Extracted data entries
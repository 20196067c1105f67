"""A study: one process case, its decisions and parameters, an objective and constraints.

``Study.evaluate`` prices a batch of operating points (decisions x parameter sets) through the
process and cost layers in one call; ``Study.optimize`` finds the profit-optimal decisions (and,
with the same machinery, the maximum-yield point) for one or many parameter sets; ``landscape``
maps the objective over two decisions.

The optimiser is global enough for these smooth, low-dimensional problems: a scrambled Sobol
sample of the decision box (Sobol, USSR Comput. Math. Math. Phys. 7, 86, 1967; scipy.stats.qmc)
evaluated in one batch, then a batched compass search with Hooke-Jeeves pattern moves from the
best few distinct points (Hooke & Jeeves, J. ACM 8, 212, 1961; Kolda, Lewis & Torczon, SIAM
Rev. 45, 385, 2003), all starts and all parameter sets
stepping together in one batch per iteration, with step halving to a tolerance. Constraints are
handled by a penalty on their relative violation; members the process reports infeasible never
win.
"""

from __future__ import annotations

from collections.abc import Mapping
from dataclasses import dataclass, field

import numpy as np

from teakit.errors import InputError
from teakit.process.cases.common import Spec
from teakit.study.definitions import Constraint, Decision, Parameter, case_info
from teakit.study.economics import ECONOMICS, plant_economics
from teakit.units import to_si

__all__ = ["OBJECTIVES", "Optimum", "Study"]

#: Objectives and their sense: +1 maximise, -1 minimise.
OBJECTIVES = {"npv": 1.0, "annual_profit": 1.0, "irr": 1.0, "lcop": -1.0}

_Directions for this task_: From the data above, reproduce word for word the lines running from the line with "The optimiser is" to the line with "from teakit.units import to_si", ends included.

_The answer_:
The optimiser is global enough for these smooth, low-dimensional problems: a scrambled Sobol
sample of the decision box (Sobol, USSR Comput. Math. Math. Phys. 7, 86, 1967; scipy.stats.qmc)
evaluated in one batch, then a batched compass search with Hooke-Jeeves pattern moves from the
best few distinct points (Hooke & Jeeves, J. ACM 8, 212, 1961; Kolda, Lewis & Torczon, SIAM
Rev. 45, 385, 2003), all starts and all parameter sets
stepping together in one batch per iteration, with step halving to a tolerance. Constraints are
handled by a penalty on their relative violation; members the process reports infeasible never
win.
"""

from __future__ import annotations

from collections.abc import Mapping
from dataclasses import dataclass, field

import numpy as np

from teakit.errors import InputError
from teakit.process.cases.common import Spec
from teakit.study.definitions import Constraint, Decision, Parameter, case_info
from teakit.study.economics import ECONOMICS, plant_economics
from teakit.units import to_si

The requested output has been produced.